Collected data:
↓

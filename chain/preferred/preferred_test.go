package preferred

import (
	"math"
	"strconv"
	"testing"

	"pgregory.net/rapid"
)

// The series as IEC 60063:2015 lists them; E96 and E192 by their marks: first, last, and where slips are made.
func TestSeriesAreThoseOfIEC60063(t *testing.T) {
	for _, c := range []struct {
		s    Series
		want []int
	}{
		{E3, []int{100, 220, 470}},
		{E6, []int{100, 150, 220, 330, 470, 680}},
		{E12, []int{100, 120, 150, 180, 220, 270, 330, 390, 470, 560, 680, 820}},
		{E24, []int{100, 110, 120, 130, 150, 160, 180, 200, 220, 240, 270, 300, 330, 360, 390, 430, 470, 510, 560, 620, 680, 750, 820, 910}},
		{E48, []int{100, 105, 110, 115, 121, 127, 133, 140, 147, 154, 162, 169, 178, 187, 196, 205, 215, 226, 237, 249, 261, 274, 287, 301, 316, 332, 348, 365, 383, 402, 422, 442, 464, 487, 511, 536, 562, 590, 619, 649, 681, 715, 750, 787, 825, 866, 909, 953}},
		{E96, []int{100, 102, 105, 107, 110, 113, 115, 118, 121, 124, 127, 130, 133, 137, 140, 143, 147, 150, 154, 158, 162, 165, 169, 174, 178, 182, 187, 191, 196, 200, 205, 210, 215, 221, 226, 232, 237, 243, 249, 255, 261, 267, 274, 280, 287, 294, 301, 309, 316, 324, 332, 340, 348, 357, 365, 374, 383, 392, 402, 412, 422, 432, 442, 453, 464, 475, 487, 499, 511, 523, 536, 549, 562, 576, 590, 604, 619, 634, 649, 665, 681, 698, 715, 732, 750, 768, 787, 806, 825, 845, 866, 887, 909, 931, 953, 976}},
		{E192, []int{100, 101, 102, 104, 105, 106, 107, 109, 110, 111, 113, 114, 115, 117, 118, 120, 121, 123, 124, 126, 127, 129, 130, 132, 133, 135, 137, 138, 140, 142, 143, 145, 147, 149, 150, 152, 154, 156, 158, 160, 162, 164, 165, 167, 169, 172, 174, 176, 178, 180, 182, 184, 187, 189, 191, 193, 196, 198, 200, 203, 205, 208, 210, 213, 215, 218, 221, 223, 226, 229, 232, 234, 237, 240, 243, 246, 249, 252, 255, 258, 261, 264, 267, 271, 274, 277, 280, 284, 287, 291, 294, 298, 301, 305, 309, 312, 316, 320, 324, 328, 332, 336, 340, 344, 348, 352, 357, 361, 365, 370, 374, 379, 383, 388, 392, 397, 402, 407, 412, 417, 422, 427, 432, 437, 442, 448, 453, 459, 464, 470, 475, 481, 487, 493, 499, 505, 511, 517, 523, 530, 536, 542, 549, 556, 562, 569, 576, 583, 590, 597, 604, 612, 619, 626, 634, 642, 649, 657, 665, 673, 681, 690, 698, 706, 715, 723, 732, 741, 750, 759, 768, 777, 787, 796, 806, 816, 825, 835, 845, 856, 866, 876, 887, 898, 909, 920, 931, 942, 953, 965, 976, 988}},
	} {
		got := c.s.Decade()
		if len(got) != len(c.want) {
			t.Fatalf("%v has %d values, want %d", c.s, len(got), len(c.want))
		}
		for i, v := range got {
			if v != c.want[i] {
				t.Errorf("%v[%d] = %d, want %d", c.s, i, v, c.want[i])
			}
		}
	}
}

func TestNeighbours(t *testing.T) {
	for _, c := range []struct {
		s                    Series
		x, down, nearest, up float64
	}{
		{E24, 4700, 4300, 4700, 5100},
		{E24, 4701, 4700, 4700, 5100},
		{E24, 9.1, 8.2, 9.1, 10},
		{E24, 95e3, 91e3, 91e3, 100e3},
		{E24, 1e4, 9100, 1e4, 11e3},
		{E12, 4.7e-10, 3.9e-10, 4.7e-10, 5.6e-10},
		{E192, 919e3, 909e3, 920e3, 920e3},
		{E3, 330, 220, 470, 470},
	} {
		if got := c.s.Down(c.x); got != c.down {
			t.Errorf("%v.Down(%g) = %g, want %g", c.s, c.x, got, c.down)
		}
		if got := c.s.Nearest(c.x); got != c.nearest {
			t.Errorf("%v.Nearest(%g) = %g, want %g", c.s, c.x, got, c.nearest)
		}
		if got := c.s.Up(c.x); got != c.up {
			t.Errorf("%v.Up(%g) = %g, want %g", c.s, c.x, got, c.up)
		}
	}
}

func TestNeighboursLaws(t *testing.T) {
	rapid.Check(t, func(t *rapid.T) {
		s := rapid.SampledFrom(All()).Draw(t, "series")
		x := rapid.Float64Range(1e-15, 1e12).Draw(t, "x")
		if x < 1e-15 {
			return
		}
		down, near, up := s.Down(x), s.Nearest(x), s.Up(x)
		if !(down < x && x < up && down <= near && near <= up) {
			t.Fatalf("%v at %g: %g, %g, %g", s, x, down, near, up)
		}
		if s.Nearest(near) != near || s.Down(up) > x*(1+1e-6) {
			t.Fatalf("%v at %g: a preferred value is not its own neighbour", s, x)
		}
	})
}

func TestParse(t *testing.T) {
	for _, s := range All() {
		if got, err := Parse(s.String()); err != nil || got != s {
			t.Errorf("Parse(%q) = %v, %v", s.String(), got, err)
		}
	}
	if _, err := Parse("E25"); err == nil {
		t.Error(`Parse("E25") found a series`)
	}
}

// rounding is what the sum, or the product over the sum, of two decimal values may be off by.
const rounding = 1e-12

func TestPairsAreTheNearestOfAll(t *testing.T) {
	rapid.Check(t, func(t *rapid.T) {
		s := rapid.SampledFrom([]Series{E3, E6, E12, E24}).Draw(t, "series")
		x := math.Pow(10, rapid.Float64Range(-12, 9).Draw(t, "decade"))
		if rapid.Bool().Draw(t, "preferred") {
			x = s.Nearest(x)
		}
		var values []float64
		for v := s.Down(x / 2e3); v <= 2e3*x; v = s.Up(v) {
			values = append(values, v)
		}
		sum, share := math.Inf(1), math.Inf(1)
		for i, b := range values {
			for _, a := range values[i:] {
				if a <= 1000*b*(1+same) {
					sum = math.Min(sum, math.Abs((a+b)/x-1))
					share = math.Min(share, math.Abs(a*b/(a+b)/x-1))
				}
			}
		}
		gotSum, gotShare := s.Pairs(x)
		for _, c := range []struct {
			got         Pair
			makes, best float64
		}{
			{gotSum, gotSum.A + gotSum.B, sum},
			{gotShare, gotShare.A * gotShare.B / (gotShare.A + gotShare.B), share},
		} {
			p := c.got
			if !(p.A >= p.B && p.A <= 1000*p.B*(1+same) && s.Nearest(p.A) == p.A && s.Nearest(p.B) == p.B) {
				t.Fatalf("%v at %g: %+v is no pair of the series", s, x, p)
			}
			if !(math.Abs(p.Makes/c.makes-1) <= rounding && math.Abs(p.Makes/x-1) <= c.best+rounding) {
				t.Fatalf("%v at %g: %+v is off by %g, the nearest by %g", s, x, p, p.Makes/x-1, c.best)
			}
		}
	})
}

// Of 4k7 = 3k6 + 1k1 = 2k7 + 2k0 = …, the pair of closest values.
func TestPairsOfClosestValuesComeFirst(t *testing.T) {
	if sum, _ := E24.Pairs(4700); sum != (Pair{2700, 2000, 4700, true}) {
		t.Errorf("4700 is the sum %+v", sum)
	}
	if _, share := E12.Pairs(50); share != (Pair{100, 100, 50, false}) {
		t.Errorf("50 is the share %+v", share)
	}
}

// A value is the same number that its digits are: 4700 and 4.7e-10, not one beside it.
func TestValuesAreExact(t *testing.T) {
	for _, s := range All() {
		for power := -18; power <= 12; power++ {
			for _, figures := range s.Decade() {
				want, err := strconv.ParseFloat(strconv.Itoa(figures)+"e"+strconv.Itoa(power-2), 64)
				if err != nil {
					t.Fatal(err)
				}
				// One ulp off, as sums of rounded factors are, is still it.
				for _, x := range []float64{want, math.Nextafter(want, 0), math.Nextafter(want, math.Inf(1))} {
					if got := s.Nearest(x); got != want {
						t.Fatalf("%v.Nearest(%.17g) = %.17g, want %.17g", s, x, got, want)
					}
					if down, up := s.Down(x), s.Up(x); !(down < want && up > want) {
						t.Fatalf("%v at %.17g: %.17g, %.17g", s, x, down, up)
					}
				}
			}
		}
	}
}

func TestOutOfRangePanics(t *testing.T) {
	E192.Pairs(1e-26)
	E192.Pairs(1e26)
	for _, f := range []func(x float64){
		func(x float64) { E24.Nearest(x) }, func(x float64) { E24.Up(x) }, func(x float64) { E24.Down(x) }, func(x float64) { E24.Pairs(x) },
	} {
		for _, x := range []float64{0, -1, 1e31, 1e-31, math.Inf(1), math.NaN()} {
			func() {
				defer func() {
					if recover() != "preferred: value out of range" {
						t.Errorf("%g: no panic of ours", x)
					}
				}()
				f(x)
			}()
		}
	}
}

↑

> _Exercise aim_
Return only those lines that run from the one containing "is still it." through the end of the entries, keeping each exactly as written.

> _Answer for the task_
				// One ulp off, as sums of rounded factors are, is still it.
				for _, x := range []float64{want, math.Nextafter(want, 0), math.Nextafter(want, math.Inf(1))} {
					if got := s.Nearest(x); got != want {
						t.Fatalf("%v.Nearest(%.17g) = %.17g, want %.17g", s, x, got, want)
					}
					if down, up := s.Down(x), s.Up(x); !(down < want && up > want) {
						t.Fatalf("%v at %.17g: %.17g, %.17g", s, x, down, up)
					}
				}
			}
		}
	}
}

func TestOutOfRangePanics(t *testing.T) {
	E192.Pairs(1e-26)
	E192.Pairs(1e26)
	for _, f := range []func(x float64){
		func(x float64) { E24.Nearest(x) }, func(x float64) { E24.Up(x) }, func(x float64) { E24.Down(x) }, func(x float64) { E24.Pairs(x) },
	} {
		for _, x := range []float64{0, -1, 1e31, 1e-31, math.Inf(1), math.NaN()} {
			func() {
				defer func() {
					if recover() != "preferred: value out of range" {
						t.Errorf("%g: no panic of ours", x)
					}
				}()
				f(x)
			}()
		}
	}
}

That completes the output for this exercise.